== Excerpted records ==
def _read_everything(path):
    """Open `path`; read every frame as the pipeline does (chunks), and the last one alone."""
    with open_recording(path) as recording:
        blocks = [block for _, block in recording.chunks(7)]
        last = recording.frame(-1) if recording.n_frames else None
        return blocks, last, recording.n_frames, recording.shape


def _within(seconds: float, call):
    """Run `call` in a thread; return ('ok', value) or ('error', exception); fail on a hang."""
    outcome = {}

    def target():
        try:
            outcome["ok"] = call()
        except BaseException as exc:  # handed to the test thread as it is
            outcome["error"] = exc

    with warnings.catch_warnings():
        warnings.simplefilter("error")  # a stray library warning is unexpected too
        warnings.simplefilter("ignore", BeatlabWarning)
        thread = threading.Thread(target=target, daemon=True)
        thread.start()
        thread.join(seconds)
    assert not thread.is_alive(), f"reading took more than {seconds} s (a hang)"
    return ("ok", outcome["ok"]) if "ok" in outcome else ("error", outcome["error"])


#: Exceptions that may escape the readers: none (each kind the fuzzing found is pinned by a
#: reproducer in test_damaged_file_gives_a_beatlab_error below and now gives an InputError).
ESCAPING_TODAY = ()


def check_damaged_read(valid_files, suffix, cut, flips):
    """A damaged copy reads, within the timeout, consistent frames or a one-line beatlab error."""
    data, _ = valid_files[suffix]
    path = valid_files["folder"] / f"damaged{suffix}"
    damaged = _damaged(data, cut, flips)
    path.write_bytes(damaged)
    kind, value = _within(READ_TIMEOUT_S, lambda: _read_everything(path))
    if kind == "error":
        if isinstance(value, BeatlabError):
            message = str(value)
            assert message and "\n" not in message, message
        elif not isinstance(value, ESCAPING_TODAY):
            raise AssertionError(
                f"{type(value).__name__} instead of a beatlab error: cut={cut}, flips={flips}"
            ) from value
        return
    blocks, last, n_frames, shape = value
    frames = np.concatenate(blocks) if blocks else np.zeros((0, *shape), dtype=np.float32)
    assert frames.shape == (n_frames, *shape) and frames.dtype == np.float32
    if n_frames:
        assert np.array_equal(last, frames[-1], equal_nan=True), "frame() and chunks() differ"
    expected = valid_files["frames"]
    if damaged == data:
        assert np.array_equal(frames, expected)
    elif not flips:  # a cut file that still reads must give the frames it holds, unchanged
        assert frames.shape[1:] == expected.shape[1:]
        assert np.array_equal(frames, expected[: frames.shape[0]])


@fuzz(200)
@given(suffix=st.sampled_from([".ome.tif", ".npy"]), data=st.data())
def test_damaged_files_read_cleanly_or_fail_cleanly(valid_files, suffix, data):
    size = len(valid_files[suffix][0])
    cut, flips = data.draw(damages(size, valid_files[suffix][1]))
    check_damaged_read(valid_files, suffix, cut, flips)


# Exact reproducers: (truncation, byte flips as (offset, xor mask)) of the files valid_files
# writes, one per kind of exception that escaped. Each is a defect of beatlab/io, reported.


def _defect(suffix, cut, flips, raises, when):
    """A damage that once let `raises` escape the readers `when`: now an InputError."""
    return pytest.param(suffix, cut, flips, id=f"{raises.__name__}-{when}")


@pytest.mark.parametrize(
    "suffix, cut, flips",
    [
        _defect(".npy", None, [(8, 8)], tokenize.TokenError, "of np.load"),
        _defect(".ome.tif", None, [(88, 234)], RuntimeError, "on open"),
        _defect(".ome.tif", None, [(22, 124)], ZeroDivisionError, "on open"),
        _defect(".ome.tif", None, [(26, 88), (741, 243)], TypeError, "on open"),
        _defect(".ome.tif", None, [(84458, 218)], struct.error, "on open"),
        _defect(".ome.tif", None, [(84353, 46)], ValueError, "on read"),
        _defect(".ome.tif", None, [(21, 122)], MemoryError, "on read"),
    ],
)
def test_damaged_file_gives_a_beatlab_error(valid_files, suffix, cut, flips):
    path = valid_files["folder"] / f"pinned{suffix}"
    path.write_bytes(_damaged(valid_files[suffix][0], cut, flips))
    with pytest.raises(InputError):
        _read_everything(path)
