def region_table(regionset, summaries):
    """One row per region: id, area, centroid and the region's summary metrics.

    Parameters
    ----------
    regionset : RegionSet
        From :func:`find_regions`.
    summaries : list of dict
        One dict of summary metrics per region, in region order (e.g. the recording-level
        summary computed on each region's trace). Keys become columns in order of first
        appearance; a key missing from a region gives NaN there.

    Returns
    -------
    pandas.DataFrame
        Columns ``region`` (1-based id, as in ``regionset.labels``), ``area_um2``,
        ``centroid_x_um``, ``centroid_y_um``, then the summary keys.

    Raises
    ------
    InputError
        The number of summaries differs from the number of regions, or a summary key
        clashes with one of the fixed columns.
    """
    n = regionset.n_regions
    summaries = list(summaries)
    if len(summaries) != n:
        raise InputError(
            f"summaries must hold one dict per region ({n}), got {len(summaries)}; pass the "
            "summaries in region order"
        )
    keys = []
    for summary in summaries:
        for key in summary:
            if key in _FIXED_COLUMNS:
                raise InputError(
                    f"summary key {key!r} clashes with a fixed region column; rename it"
                )
            if key not in keys:
                keys.append(key)
    table = pd.DataFrame(
        {
            "region": np.arange(1, n + 1, dtype=np.int64),
            "area_um2": np.asarray(regionset.areas_um2, dtype=np.float64),
            "centroid_x_um": np.asarray(regionset.centroids_um, dtype=np.float64)[:, 0],
            "centroid_y_um": np.asarray(regionset.centroids_um, dtype=np.float64)[:, 1],
        }
    )
    for key in keys:
        table[key] = [s.get(key, np.nan) for s in summaries]
    return table
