class _FrameWork:
    """What one frame's work needs, and the work of each round (picklable results only).

    Forked worker processes inherit it (:mod:`beatlab.stages._parallel`); ``drift_px`` and
    ``patterns`` are filled in by the rounds before the ones that use them.
    """

    def __init__(self, reducer, cells, mask, *, frame_ref, template_k, pattern_frames):
        self.reducer = reducer
        self.cells = cells
        self._mask_pixels = np.flatnonzero(mask)  # where a frame must have a finite field
        self.frame_ref = frame_ref
        self.template_k = template_k
        self.pattern_frames = pattern_frames
        self.drift_px: np.ndarray | None = None
        self.patterns = None

    def _given(self, i):
        return None if self.drift_px is None else self.drift_px[i]

    def drift(self, i, frame):
        """:meth:`pattern` before the drift is known: the shift in it is the frame's own
        rigid shift (2,), px, which the interpolated drift later equals at this frame."""
        return self._gathered(i, frame)

    def _gathered(self, i, frame):
        flow, diff, shift, clip = self.reducer.fields(frame, self._given(i), self.frame_ref[i])
        # one compiled pass: both at the used pixels (non-finite as 0, float32) and whether
        # any mask pixel of the field is finite
        f, d, finite = gather_frame(flow, diff, self.cells.pixels, self._mask_pixels)
        return f, d, shift, clip, finite

    def pattern(self, i, frame):
        """The frame's field and OPD difference at the used pixels, its shift, clipping and
        whether any mask pixel is finite (what :meth:`project_gathered` needs later)."""
        return self._gathered(i, frame)

    def project(self, i, frame):
        """Per-cell projections, own terms (pattern and template frames), shift, clipping,
        whether any mask pixel is finite."""
        return self.project_gathered(i, *self._gathered(i, frame))

    def project_gathered(self, i, f, d, shift, clip, finite):
        """:meth:`project` of a frame whose values at the used pixels are known already."""
        cells, pat = self.cells, self.patterns
        own = None
        if i in self.pattern_frames or self.template_k[i] > 1:
            own = tuple(cells.cell_sums(v) for v in pat.own_terms(f, d))
        # one compiled pass: the cell sums of F . A_perp and D B_perp (bit for bit bincounts)
        dots = project_cells(f, d, pat.field_perp, pat.opd_perp, cells.cell, cells.n_cells)
        return (
            *dots,
            own,
            shift,
            clip,
            finite,
        )


#: Map tiles projected at a time: the (frames x tiles) temporaries of a long recording stay
#: a few MB instead of several copies of the whole table.
_TILE_BLOCK = 64


def _group_traces(sums, cells, rest, segment, finite):
    """Mask displacement and OPD, tile and label displacement (px, nm): 0 at rest, NaN where
    a frame has no finite pixel. The tile traces are float32 (what the maps keep)."""

    def at_rest(trace):
        out = zero_at_rest(trace, rest.rest, segment)
        out[~finite] = np.nan
        return out

    mask_disp, mask_opd = (at_rest(t) for t in project_groups(sums, cells.families["mask"]))
    label_disp = at_rest(project_groups(sums, cells.families["labels"])[0])
    tiles = sparse.csc_matrix(cells.families["tiles"])
    tile_disp = np.empty((finite.size, tiles.shape[1]), dtype=np.float32)
    for start in range(0, tiles.shape[1], _TILE_BLOCK):
        block = slice(start, start + _TILE_BLOCK)
        tile_disp[:, block] = at_rest(project_groups(sums, tiles[:, block])[0])
    return mask_disp, mask_opd, tile_disp, label_disp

== Your objective ==
From the first line of the listing above to the line that contains "took more than", inclusive, restate every line word for word. Nothing else belongs in the answer.

== Answer section ==
def _read_everything(path):
    """Open `path`; read every frame as the pipeline does (chunks), and the last one alone."""
    with open_recording(path) as recording:
        blocks = [block for _, block in recording.chunks(7)]
        last = recording.frame(-1) if recording.n_frames else None
        return blocks, last, recording.n_frames, recording.shape


def _within(seconds: float, call):
    """Run `call` in a thread; return ('ok', value) or ('error', exception); fail on a hang."""
    outcome = {}

    def target():
        try:
            outcome["ok"] = call()
        except BaseException as exc:  # handed to the test thread as it is
            outcome["error"] = exc

    with warnings.catch_warnings():
        warnings.simplefilter("error")  # a stray library warning is unexpected too
        warnings.simplefilter("ignore", BeatlabWarning)
        thread = threading.Thread(target=target, daemon=True)
        thread.start()
        thread.join(seconds)
    assert not thread.is_alive(), f"reading took more than {seconds} s (a hang)"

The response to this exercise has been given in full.